(Excerpted data Opens)

import { chakra } from '@chakra-ui/react';
import type { ReactNode } from 'react';
import { CautionList } from '../../../components/caution-list';
import { GeneralCautions } from '../../../components/general-cautions';
import { NumbersPanel } from '../../../components/numbers-panel/numbers-panel';
import { Panel } from '../../../components/page';
import { revisionNumbers } from '../../../components/setting-numbers';
import type { Revision } from '../recipes.api';
import { EvidencePlates } from './evidence-plates';
import { RevisionFacts, SetUpSteps } from './revision-facts';
import { SettingCards } from './setting-cards';
import { Signatures } from './signatures';

/** A revision as it stands: cautions, setting, evidence, signatures. `children` come first in the second column. */
export function RevisionBody({ revision, children }: { revision: Revision; children?: ReactNode }) {
  return (
    <>
      <RevisionCautions revision={revision} />
      <chakra.div
        display="grid"
        gridTemplateColumns={{ base: 'minmax(0, 1fr)', xl: 'minmax(0, 600px) minmax(0, 1fr)' }}
        gap={{ base: '4', lg: '6' }}
        alignItems="start"
      >
        <chakra.div display="grid" gap="4">
          <SettingCards revision={revision} />
          <Section title="Set-up">
            <SetUpSteps steps={revision.setUpSteps} />
          </Section>
          <Section title="What follows from it">
            <NumbersPanel label="What follows from it" groups={revisionNumbers(revision)} />
          </Section>
        </chakra.div>
        <chakra.div display="grid" gap="4">
          {children}
          <Section title="Evidence">
            <EvidencePlates evidence={revision.evidence} />
          </Section>
          <Section title="Signatures">
            <Signatures signOffs={revision.signOffs} />
          </Section>
          <Section title="Covers and comes from">
            <RevisionFacts revision={revision} />
          </Section>
        </chakra.div>
      </chakra.div>
    </>
  );
}

/** Those of this work side by side, those of all work in one row, as at the machine. */
export function RevisionCautions({ revision: { cautions } }: { revision: Revision }) {
  if (cautions.length === 0) return null;
  const own = cautions.filter(({ isGeneral }) => !isGeneral);
  return (
    <chakra.div mb="4" display="grid" gap="2">
      <CautionList cautions={own.map(({ id, subject, text, source }) => ({ key: id, act: subject, reason: text, source }))} />
      <GeneralCautions cautions={cautions.filter(({ isGeneral }) => isGeneral)} />
    </chakra.div>
  );
}

export function Section({ title, children }: { title: string; children: ReactNode }) {
  return (
    <Panel px="5" py="4" aria-label={title}>
      <chakra.h2 mb="2">{title}</chakra.h2>
      {children}
    </Panel>
  );
}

(Excerpted data Closes)

(Work item) The answer must consist of every line above that contains the word "CautionList".

(Response to this exercise)
import { CautionList } from '../../../components/caution-list';
      <CautionList cautions={own.map(({ id, subject, text, source }) => ({ key: id, act: subject, reason: text, source }))} />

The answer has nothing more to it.